[Amber Note : This is waaaaay outside of my comfort zone, but it’s been on my heart quite a bit lately. I’m not going to apologize for it though because I really feel compelled to write about it. If you disagree with what I say, that’s your choice, but I refuse to engage in any kind of debates about this topic. And for those of you that don’t want to read anything heavy, I promise to be back to frivolity in my next post.]
I am white.
I had never really given my whiteness a second thought.
I always made sure to point out the black friends that I had, as though that made me less white. But I never fought for them. I never thought I had to. Until now.
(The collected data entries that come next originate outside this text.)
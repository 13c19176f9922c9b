import type { Limit } from './check.js';
import { strengthChecks } from './strength.js';

/** Shear and direct stress against ultimate strength. */
export const shearUltimate: Limit = {
  id: 'shear-ultimate',
  label: 'shear ultimate',
  unit: 'Pa',
  formula: 'U = n_u·√((σ/Ftu)² + (τ/Fsu)²)/j, τ = T·ro/J, σ = |N|/A + M*·ro/I',
  source: 'Circular interaction, MIL-HDBK-5 §1.5.3 style (from memory); Fsu from the record',
  prepare: (job, metal) =>
    strengthChecks('shear-ultimate', job.loads, metal, job.tube.supportSpacing, (load) => ({
      factor: load.ultimateFactor,
      direct: metal.tensileUltimate,
      shear: metal.shearUltimate,
    })),
};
Regardless of your political, religious, or whatever other affiliation, I think we should all be able to agree that what is happening right now is unacceptable. Why is it suddenly “acceptable” to be racist? Why are white people emboldened to make death threats to black people who make comments about their discomfort in certain places? Most of all, why do I feel so helpless to do anything about all of this?
I debated a lot about writing this. I don’t really know that this has a point, other than to just clear my own head. I said back in November that I was tired of being silent, and yet I so easily slipped back into being silent. No. More. I still plan to be 99% fluff around here, but that 1% will be my real voice. That 1% is my small way to start doing better and to stop feeling so helpless. Who’s with me?